-- About this exercise --
Which lines in the records below contain the word "them"? Copy each one out.

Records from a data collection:
= Beginning of Section =
//! The warm restricted master: column generation whose master LP is kept between rounds
//! (`WarmMaster`), the project's bounded primal simplex or, with the `highs` feature and
//! above [`WARM_ROWS`], one HiGHS instance re-solved from its basis (`MasterLp`); new walks
//! enter at zero against the current duals.

use super::*;
use std::collections::HashSet;

use crate::error::Result;
use crate::solve::gub::Gub;
use crate::solve::simplex::{Column, Simplex};

/// The LP a [`WarmMaster`] keeps between rounds: a maximisation over `≤` rows (added empty,
/// their coefficients come with the columns) and bounded columns, re-solved from where the
/// last solve stopped.
pub(super) trait MasterLp {
    /// Rows above which the master is abandoned (to the cold interior-point master).
    fn row_limit(&self) -> usize;
    fn rows(&self) -> usize;
    fn cols(&self) -> usize;
    /// Adds the empty row `0 ≤ rhs`; returns its index.
    fn add_row(&mut self, rhs: f64) -> usize;
    /// Adds the empty row `0 ≤ rhs` of a set: every column that will have an entry in it
    /// has coefficient 1 there and in no other set row (a demand's cap row). An LP that
    /// exploits the structure ([`Gub`]) keeps it apart; the others add a plain row.
    fn add_set_row(&mut self, rhs: f64) -> usize {
        self.add_row(rhs)
    }
    /// Adds column `c` (objective, bounds, value it starts from) with `entries`; returns
    /// its index.
    fn add_col(&mut self, c: Column, entries: Vec<(usize, f64)>) -> usize;
    fn shift_rhs(&mut self, i: usize, delta: f64);
    fn solve(&mut self, max_pivots: usize) -> Result<()>;
    fn value(&self, j: usize) -> f64;
    fn dual(&self, i: usize) -> f64;
    fn objective(&self) -> f64;
}

/// Implements [`MasterLp`] for `$t` by delegation to its inherent methods of the same
/// names, with the row limit `$limit`; `$add` adds the [`Column`] `$c` with entries `$e`
/// to `$s` (the one method whose inherent signature differs between the two LPs).
macro_rules! master_lp {
    ($t:ty, $limit:expr, |$s:ident, $c:ident, $e:ident| $add:expr) => {
        impl MasterLp for $t {
            fn row_limit(&self) -> usize {
                $limit
            }
            fn rows(&self) -> usize {
                <$t>::rows(self)
            }
            fn cols(&self) -> usize {
                <$t>::cols(self)
            }
            fn add_row(&mut self, rhs: f64) -> usize {
                <$t>::add_row(self, rhs, &[])
            }
            fn add_col(&mut self, $c: Column, $e: Vec<(usize, f64)>) -> usize {
                let $s = self;
                $add
            }
            fn shift_rhs(&mut self, i: usize, delta: f64) {
                <$t>::shift_rhs(self, i, delta)
            }
            fn solve(&mut self, max_pivots: usize) -> Result<()> {
                <$t>::solve(self, max_pivots)
            }
            fn value(&self, j: usize) -> f64 {
                <$t>::value(self, j)
            }
            fn dual(&self, i: usize) -> f64 {
                <$t>::dual(self, i)
            }
            fn objective(&self) -> f64 {
                <$t>::objective(self)
            }
        }
    };
}

master_lp!(Simplex, WARM_ROWS, |s, c, e| s
    .add_col(c.obj, c.lower, c.upper, c.value, e));

// The GUB simplex's dense inverse grows with the coupling rows only; it refuses a solve
// past `gub::COUPLING_ROWS` of them, so the master has no limit of its own.
impl MasterLp for Gub {
    fn row_limit(&self) -> usize {
        usize::MAX
    }
    fn rows(&self) -> usize {
        Gub::rows(self)
    }
    fn cols(&self) -> usize {
        Gub::cols(self)
    }
    fn add_row(&mut self, rhs: f64) -> usize {
        Gub::add_row(self, rhs)
    }
    fn add_set_row(&mut self, rhs: f64) -> usize {
        Gub::add_set_row(self, rhs)
    }
    fn add_col(&mut self, c: Column, e: Vec<(usize, f64)>) -> usize {
        Gub::add_col(self, c.obj, c.lower, c.upper, c.value, e)
    }
    fn shift_rhs(&mut self, i: usize, delta: f64) {
        Gub::shift_rhs(self, i, delta)
    }
    fn solve(&mut self, max_pivots: usize) -> Result<()> {
        Gub::solve(self, max_pivots)
    }
    fn value(&self, j: usize) -> f64 {
        Gub::value(self, j)
    }
    fn dual(&self, i: usize) -> f64 {
        Gub::dual(self, i)
    }
    fn objective(&self) -> f64 {
        Gub::objective(self)
    }
}

// HiGHS keeps a sparse factorisation, so the master has no size limit.
#[cfg(feature = "highs")]
master_lp!(crate::solve::highs::WarmLp, usize::MAX, |s, c, e| s
    .add_col(c, e));

/// The master LP for a master above [`WARM_ROWS`] rows: HiGHS's `highs::WarmLp`
/// when the `highs` feature is built and HiGHS is enabled, else `None` (the caller goes
/// cold). O(1).
pub(super) fn large_master_lp() -> Option<Box<dyn MasterLp>> {
    #[cfg(feature = "highs")]
    if crate::solve::highs::enabled() {
        return Some(Box::new(crate::solve::highs::WarmLp::new()));
    }
    None
}

/// How a warm column generation ended.
pub(super) enum Warm {
    Done(Solved),
    Stalled,
    /// The master LP gave up or outgrew its row limit: its walks so far.
    Abandon(Vec<Walk>),
}

/// The restricted master kept by the warm simplex across rounds. Only *active* demands
/// have columns (and a cap row); the walks of an inactive demand stay at their start flow
/// outside the LP, and the arc and site rows (created as columns need them) hold what
/// those fixed walks leave: `cap − fixed load`. A demand is activated when its share of
/// the duality gap, `Σ_w f_w · price(w) + b_d·max(0, 1 − c_d) − Σ_w f_w`, is positive: its
/// walks become columns at their flow and the rows get their load back, which leaves the
/// basis and every basic value unchanged. The bound of [`price`] is the master's own dual
/// value plus these shares, so when no demand has a share and no column prices out, the
/// gap is closed.
pub(super) struct WarmMaster<'a, 'g, L: MasterLp = Simplex> {
    pub(super) g: &'g Graph<'a>,
    pub(super) caps: &'g [f64],
    pub(super) arc_cap: Vec<f64>,
    pub(super) site_cap: Vec<f64>,
    pub(super) lp: L,
    pub(super) arc_row: Vec<usize>,
    pub(super) site_row: Vec<usize>,
    pub(super) dem_row: Vec<usize>,
    /// The LP's columns, in column order.
    pub(super) walks: Vec<Walk>,
    /// Per inactive demand: its fixed walks and flows.
    pub(super) fixed: Vec<Vec<(Walk, f64)>>,
    pub(super) fixed_arc: Vec<f64>,
    pub(super) fixed_site: Vec<f64>,
    pub(super) active: Vec<bool>,
    pub(super) seen: HashSet<Walk>,
}

pub(super) const NO_ROW: usize = usize::MAX;

impl<'a, 'g, L: MasterLp> WarmMaster<'a, 'g, L> {
    /// An empty master on the LP `lp` (empty too).
    pub(super) fn new(g: &'g Graph<'a>, caps: &'g [f64], active: Vec<bool>, lp: L) -> Self {
        let net = g.net;
        let (arc_cap, site_cap) = g.effective(caps);
        WarmMaster {
            g,
            caps,
            arc_cap,
            site_cap,
            lp,
            arc_row: vec![NO_ROW; net.arcs.len()],
            site_row: vec![NO_ROW; net.sites.len()],
            dem_row: vec![NO_ROW; net.demands.len()],
            walks: Vec::new(),
            fixed: vec![Vec::new(); net.demands.len()],
            fixed_arc: vec![0.0; net.arcs.len()],
            fixed_site: vec![0.0; net.sites.len()],
            active,
            seen: HashSet::new(),
        }
    }

    /// Adds walk `w` at flow `f`: a column when its demand is active, else a fixed walk.
    /// Walks already present are skipped.
    pub(super) fn add(&mut self, w: Walk, f: f64) {
        if !self.seen.insert(w.clone()) {
            return;
        }
        let d = w.demand;
        if !self.active[d] {
            for &(a, k) in &w.arcs {
                self.fixed_arc[a] += f64::from(k) * f;
            }
            self.fixed_site[w.site] += f;
            self.fixed[d].push((w, f));
            return;
        }
        self.column(w, f);
    }

    /// Adds the column of walk `w` (active demand) at flow `f`, creating the rows it
    /// needs (arc and site rows hold the capacity the fixed walks leave).
    pub(super) fn column(&mut self, w: Walk, f: f64) {
        let d = w.demand;
        if self.dem_row[d] == NO_ROW {
            self.dem_row[d] = self.lp.add_set_row(self.caps[d]);
        }
        let mut entries = Vec::with_capacity(w.arcs.len() + 2);
        for &(a, k) in &w.arcs {
            if self.arc_row[a] == NO_ROW {
                let rhs = (self.arc_cap[a] - self.fixed_arc[a]).max(0.0);
                self.arc_row[a] = self.lp.add_row(rhs);
            }
            entries.push((self.arc_row[a], f64::from(k)));
        }
        if self.site_row[w.site] == NO_ROW {
            let rhs = (self.site_cap[w.site] - self.fixed_site[w.site]).max(0.0);
            self.site_row[w.site] = self.lp.add_row(rhs);
        }
        entries.push((self.site_row[w.site], 1.0));
        entries.push((self.dem_row[d], 1.0));
        self.lp
            .add_col(Column::new(1.0, 0.0, f64::INFINITY, f), entries);
        self.walks.push(w);
    }

    /// Makes demand `d` active: its cap row, and its fixed walks as columns at their flow
    /// (each existing row first gets the walk's load back, so no basic value moves).
    pub(super) fn activate(&mut self, d: usize) {
        self.active[d] = true;
        self.dem_row[d] = self.lp.add_set_row(self.caps[d]);
        for (w, f) in std::mem::take(&mut self.fixed[d]) {
            for &(a, k) in &w.arcs {
                let load = f64::from(k) * f;
                self.fixed_arc[a] -= load;
                if self.arc_row[a] != NO_ROW {
                    self.lp.shift_rhs(self.arc_row[a], load);
                }
            }
            self.fixed_site[w.site] -= f;
            if self.site_row[w.site] != NO_ROW {
                self.lp.shift_rhs(self.site_row[w.site], f);
            }
            self.column(w, f);
        }
    }

    pub(super) fn dual(&self, row: usize) -> f64 {
        if row == NO_ROW {
            0.0
        } else {
            self.lp.dual(row).max(0.0)
        }
    }

    /// All walks (columns, then fixed walks) and their flows.
    pub(super) fn into_solution(self) -> (Vec<Walk>, Vec<f64>) {
        let lp = &self.lp;
        round::with_held(self.walks, |j| lp.value(j), self.fixed)
    }

    /// Rounds of master solve, pricing and activation until the dual bound meets the
    /// master's value.
    pub(super) fn run(mut self, stats: &mut Stats) -> Result<Warm> {
        let mut scale: Option<f64> = None;
        loop {
            let (rows, limit, cols) = (self.lp.rows(), self.lp.row_limit(), self.lp.cols());
            let solved = round::solve_round(rows, limit, cols > 0, |pivots| {
                stats.lp_solves += 1;
                stats.max_columns = stats.max_columns.max(self.walks.len());
                self.lp.solve(pivots)
            })?;
            if !solved {
                // Too large, or the solve failed: the master goes cold.
                return Ok(Warm::Abandon(self.into_solution().0));
            }
            let y: Vec<f64> = self.arc_row.iter().map(|&r| self.dual(r)).collect();
            let z: Vec<f64> = self.site_row.iter().map(|&r| self.dual(r)).collect();
            let (u, value) = round::held_prices(
                &self.active,
                |d| self.dual(self.dem_row[d]),
                self.lp.objective(),
                &self.fixed,
            );
            stats.rounds += 1;
            let p = price(self.g, self.caps, &y, &z, Some(&u));
            let s = *scale.get_or_insert_with(|| servable_total(self.caps, &p.cost).max(1.0));
            if p.bound - value <= GAP_TOL * s {
                stats.generated += 1;
                let (walks, flow) = self.into_solution();
                let value = flow.iter().sum();
                return Ok(Warm::Done(Solved {
                    walks,
                    flow,
                    value,
                    arc_price: y,
                    site_price: z,
                }));
            }
            if stats.rounds >= MAX_ROUNDS {
                return Ok(Warm::Stalled);
            }
            // Inactive demands whose share of the gap is positive, and the new walks.
            let (active, caps) = (&self.active, self.caps);
            let Some((wake, fresh)) = round::next_round(
                |d| (!active[d] && caps[d] > 0.0).then(|| caps[d]),
                &self.fixed,
                |w: &Walk| {
                    w.arcs
                        .iter()
                        .map(|&(a, k)| f64::from(k) * y[a])
                        .sum::<f64>()
                        + z[w.site]
                },
                &p.cost,
                p.walks,
                &self.seen,
                None,
            ) else {
                return Ok(Warm::Stalled);
            };
            for d in wake {
                self.activate(d);
            }
            for w in fresh {
                self.add(w, 0.0);
            }
        }
    }
}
= End of Section =
-- Result of the task --
// past `gub::COUPLING_ROWS` of them, so the master has no limit of its own.
/// outside the LP, and the arc and site rows (created as columns need them) hold what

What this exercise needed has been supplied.